Case Name: In the Matter of Gladys B., Appellant, v. Albany County Department of Social Services et al., Respondents. (And Another Related Proceeding.)
Court: New York Supreme Court, Appellate Division
Jurisdiction: New York
Decision Date: 2000-07-13
Citations: 274 A.D.2d 689
Docket Number: 
Parties: In the Matter of Gladys B., Appellant, v Albany County Department of Social Services et al., Respondents. (And Another Related Proceeding.)
Judges: 
Reporter: Appellate Division Reports
Volume: 274
Pages: 689–691

Head Matter:
In the Matter of Gladys B., Appellant, v Albany County Department of Social Services et al., Respondents. (And Another Related Proceeding.)
[710 NYS2d 725]

Opinion:
—Crew III, J. P.
Appeal from an order of the Family Court of Albany County (To-bin, J.), entered May 4, 1999, which, inter alia, dismissed petitioner's application, in a proceeding pursuant to Family Court Act article 6, for custody of her niece.
In November 1998, respondent Albany County Department of Social Services (hereinafter respondent) commenced a proceeding pursuant to Social Services Law § 384-b seeking to terminate the parental rights of respondent Loretta B. (hereinafter the mother) upon the ground that she had abandoned her daughter (hereinafter the child), born in 1997. Thereafter, in January 1999, petitioner, the mother's sister, commenced the instant proceeding seeking to obtain custody of the child. Family Court determined that such application would be considered in the context of the dispositional hearing conducted on the underlying abandonment petition. At the conclusion of such dispositional hearing, at which the child's foster parents, petitioner and a certified social worker appeared and testified, Family Court terminated the mother's parental rights, ordered that the child be placed in respondent's custody and freed for adoption, and dismissed petitioner's application for custody. This appeal by petitioner ensued.

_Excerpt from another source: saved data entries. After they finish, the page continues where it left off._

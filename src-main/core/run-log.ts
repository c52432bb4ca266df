// A telemetry log of one run, as columns of samples in SI-like units (s, V, A, rpm, °C, %),
// and what is read from it: the summary figures, a thinned copy for keeping, and the moments
// a figure passed a limit. Pure.

export const LOG_QUANTITIES = ['time', 'voltage', 'current', 'rpm', 'temperature', 'throttle'] as const;
export type LogQuantity = (typeof LOG_QUANTITIES)[number];

/** The samples, column by column; time is always there, the others where the log had them. */
export interface LogSamples {
  timeS: number[];
  voltageV?: number[];
  currentA?: number[];
  rpm?: number[];
  temperatureC?: number[];
  throttlePct?: number[];
}

export const SAMPLE_KEYS: Readonly<Record<LogQuantity, keyof LogSamples>> = {
  time: 'timeS',
  voltage: 'voltageV',
  current: 'currentA',
  rpm: 'rpm',
  temperature: 'temperatureC',
  throttle: 'throttlePct',
};

/** What a log says about its run; null where the log has no column for it. All are measured figures, not the model's. */
export interface RunLogSummary {
  durationS: number | null;
  /** Highest current sample. */
  peakCurrentA: number | null;
  /** Time-weighted mean current (trapezoid rule), over the whole log. */
  averageCurrentA: number | null;
  /** Root mean square current: √(∫i² dt ÷ duration), trapezoid rule; what heats wires and packs. */
  rmsCurrentA: number | null;
  /** Lowest voltage sample (under load). */
  minVoltageV: number | null;
  maxTemperatureC: number | null;
  /** Charge drawn, ∫i dt, in mAh (1 mAh = 3.6 A·s). */
  usedMah: number | null;
}

/**
 * The summary. Averages are integrals over time by the trapezoid rule, so unevenly spaced
 * samples weigh by the time they cover; the integral of i² gives the RMS, the integral of i the
 * charge. A log shorter than two samples, or of no duration, has no averages.
 */
export function summarize(s: LogSamples): RunLogSummary {
  const t = s.timeS;
  const n = t.length;
  const duration = n >= 2 ? (t[n - 1] ?? 0) - (t[0] ?? 0) : null;
  const out: RunLogSummary = { durationS: duration, peakCurrentA: null, averageCurrentA: null, rmsCurrentA: null, minVoltageV: null, maxTemperatureC: null, usedMah: null };
  const i = s.currentA;
  if (i && i.length === n && n > 0) {
    let peak = -Infinity;
    for (const x of i) if (x > peak) peak = x;
    out.peakCurrentA = peak;
    if (duration !== null && duration > 0) {
      let q = 0;
      let q2 = 0;
      for (let k = 1; k < n; k++) {
        const dt = (t[k] ?? 0) - (t[k - 1] ?? 0);
        const a = i[k - 1] ?? 0;
        const b = i[k] ?? 0;
        q += ((a + b) / 2) * dt;
        q2 += ((a * a + b * b) / 2) * dt;
      }
      out.averageCurrentA = q / duration;
      out.rmsCurrentA = Math.sqrt(q2 / duration);
      out.usedMah = q / 3.6;
    }
  }
  if (s.voltageV && s.voltageV.length > 0) {
    let lo = Infinity;
    for (const x of s.voltageV) if (x < lo) lo = x;
    out.minVoltageV = lo;
  }
  if (s.temperatureC && s.temperatureC.length > 0) {
    let hi = -Infinity;
    for (const x of s.temperatureC) if (x > hi) hi = x;
    out.maxTemperatureC = hi;
  }
  return out;
}

/** Logs up to this many samples are kept whole; longer ones are thinned to about this many. */
export const KEPT_SAMPLES = 4000;

/**
 * A thinned copy for keeping and drawing: the samples fall into buckets, and each bucket keeps
 * its first sample, its highest current and its lowest voltage, so no peak or dip is lost
 * (the over-limit moments read from the kept samples are those of the whole log). The summary
 * is computed from the whole log before thinning.
 */
export function thin(s: LogSamples, target = KEPT_SAMPLES): LogSamples {
  const n = s.timeS.length;
  if (n <= target) return s;
  const buckets = Math.max(1, Math.floor(target / 3));
  const size = Math.ceil(n / buckets);
  const keep: number[] = [];
  for (let start = 0; start < n; start += size) {
    const end = Math.min(n, start + size);
    const picks = new Set<number>([start]);
    if (s.currentA) {
      let best = start;
      for (let k = start; k < end; k++) if ((s.currentA[k] ?? -Infinity) > (s.currentA[best] ?? -Infinity)) best = k;
      picks.add(best);
    }
    if (s.voltageV) {
      let best = start;
      for (let k = start; k < end; k++) if ((s.voltageV[k] ?? Infinity) < (s.voltageV[best] ?? Infinity)) best = k;
      picks.add(best);
    }
    for (const k of [...picks].sort((a, b) => a - b)) keep.push(k);
  }
  if (keep.at(-1) !== n - 1) keep.push(n - 1);
  const pick = (col: number[] | undefined): number[] | undefined => (col ? keep.map((k) => col[k] ?? 0) : undefined);
  const out: LogSamples = { timeS: keep.map((k) => s.timeS[k] ?? 0) };
  for (const key of ['voltageV', 'currentA', 'rpm', 'temperatureC', 'throttlePct'] as const) {
    const col = pick(s[key]);
    if (col) out[key] = col;
  }
  return out;
}

/** A stretch of the log where a figure was above a limit. */
export interface OverLimitMoment {
  /** When it first passed the limit and when it came back, seconds from the start of the log. */
  fromS: number;
  toS: number;
  /** The highest value inside the stretch. */
  peak: number;
}

/** Stretches where `values` were above `limit`, with times counted from the log's first sample. */
export function overLimitMoments(timeS: readonly number[], values: readonly number[], limit: number): OverLimitMoment[] {
  const out: OverLimitMoment[] = [];
  const t0 = timeS[0] ?? 0;
  let open: OverLimitMoment | null = null;
  for (let k = 0; k < values.length; k++) {
    const x = values[k] ?? 0;
    const t = (timeS[k] ?? 0) - t0;
    if (x > limit) {
      if (open === null) open = { fromS: t, toS: t, peak: x };
      else {
        open.toS = t;
        if (x > open.peak) open.peak = x;
      }
    } else if (open !== null) {
      out.push(open);
      open = null;
    }
  }
  if (open !== null) out.push(open);
  return out;
}
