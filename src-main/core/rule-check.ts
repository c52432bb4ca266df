import type { Finding } from './domain';
import { describeMissing } from './field-labels';
import type { Known } from './known';
import { messageNumber, messagePercent } from './message-number';
import { marginOf, statusOf } from './status';

export interface LimitCheck {
  rule: string;
  unit: string;
  value: Known;
  limit: Known;
  tightThreshold: number;
  what: string;
  limitName: string;
  /** Said when over: what can happen, then what to do. */
  risk: string;
  fix: string;
  tightHint: string;
  source?: 'model' | 'measured';
  /** Unmeasured inputs the model took as zero. */
  assumed?: readonly string[];
  /** False when only the status is wanted (a re-check): the message stays empty. */
  messages?: boolean;
}

const ASSUMED_TEXT: Readonly<Record<string, string>> = {
  'battery.cellResistanceOhm': 'pack resistance',
  'controller.resistanceOhm': 'controller resistance',
};

/** Compare a figure with its limit: over when it passes, tight under the threshold, else clear. */
export function checkLimit(c: LimitCheck): Finding {
  // One object shape for every finding, built without spreads: this runs ten times per supply
  // in the re-check of thousands of builds.
  const finding: Finding = { rule: c.rule, status: 'incomplete', value: null, limit: null, unit: c.unit, margin: null, message: '' };
  if (c.source) finding.source = c.source;
  const assumed = c.assumed && c.assumed.length > 0 ? c.assumed : null;
  if (assumed) finding.assumed = assumed.slice();
  if (c.value.value === null || c.limit.value === null) {
    const missing: string[] = [];
    for (const list of [c.value.missing, c.limit.missing]) {
      if (list) for (const f of list) if (!missing.includes(f)) missing.push(f);
    }
    finding.value = c.value.value;
    finding.limit = c.limit.value;
    finding.missing = missing;
    finding.message = missing.length > 0 ? `Not checked yet: needs ${describeMissing(missing)}.` : `Not checked: the inputs give no usable ${c.what.toLowerCase()} or limit; check the records for impossible values.`;
    return finding;
  }
  const value = c.value.value;
  const limit = c.limit.value;
  if (!Number.isFinite(value) || !Number.isFinite(limit) || !(limit > 0)) {
    finding.value = Number.isFinite(value) ? value : null;
    finding.limit = Number.isFinite(limit) ? limit : null;
    finding.missing = [];
    finding.message = `Not checked: the inputs give no usable ${c.what.toLowerCase()} or limit; check the records for impossible values.`;
    return finding;
  }
  const status = statusOf(value, limit, c.tightThreshold);
  const margin = marginOf(value, limit);
  finding.status = status;
  finding.value = value;
  finding.limit = limit;
  finding.margin = margin;
  if (c.messages === false) return finding;
  const v = `${messageNumber(value)} ${c.unit}`;
  const l = `${messageNumber(limit)} ${c.unit}`;
  let message: string;
  if (status === 'over') {
    message = `${c.what} is ${v}, above ${c.limitName} of ${l}. ${c.risk} ${c.fix} Follow the part maker's ratings.`;
  } else if (status === 'tight') {
    message = `${c.what} is ${v}, close to ${c.limitName} of ${l} (${messagePercent(margin)} headroom). ${c.tightHint}`;
  } else {
    message = `${c.what} is ${v}, inside ${c.limitName} of ${l} (${messagePercent(margin)} headroom).`;
  }
  if (assumed) {
    let names = '';
    for (const a of assumed) names += (names ? ' and ' : '') + (ASSUMED_TEXT[a] ?? a);
    message += ` (Not measured, taken as zero: ${names}; this reads the current on the high side.)`;
  }
  if (c.source === 'measured') message += ' Uses the measured current.';
  finding.message = message;
  return finding;
}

We affirm. Following a finding of abandonment, Family Court's determination as to custody is governed by what is in the child's best interest (see, Matter of Crystal C., 219 AD2d 601, 602). Based upon our review of the record before us, we cannot say that Family Court erroneously concluded that it would not be in the child's best interest to award custody to petitioner.
Even accepting petitioner's proffered reasons for her delay in seeking custody, the fact remains that petitioner visited with the child on only five occasions during 1998 and, as a result, had not established any emotional bond with the child. On the other hand, both the child's foster parents, who expressed a desire to adopt the child, and the certified social worker engaged by respondent to evaluate the relationship between the child and the foster parents, testified as to the strong emotional bond that existed between the child and her foster parents, with whom the child has resided since shortly after her birth. The social worker, who also testified as to the child's home environment and indicated that the child was happy and secure, further opined that removing the child from her foster parents could cause the child to regress in her development. Although petitioner plainly is of the view that placement with a biological family member would be in the child's best interest, it must be remembered that petitioner's status as the child's aunt does not grant her a superior right to custody, nor does petitioner enjoy any precedence or preference in this regard (see, Matter of Elizabeth YY. v Albany County Dept, of Social Servs., 229 AD2d 618, 620). That being the case, and in view of the testimony adduced in this matter, we perceive no basis upon which to disturb Family Court's determination as to custody.
Peters, Mugglin, Rose and Lahtinen, JJ., concur. Ordered that the order is affirmed, without costs.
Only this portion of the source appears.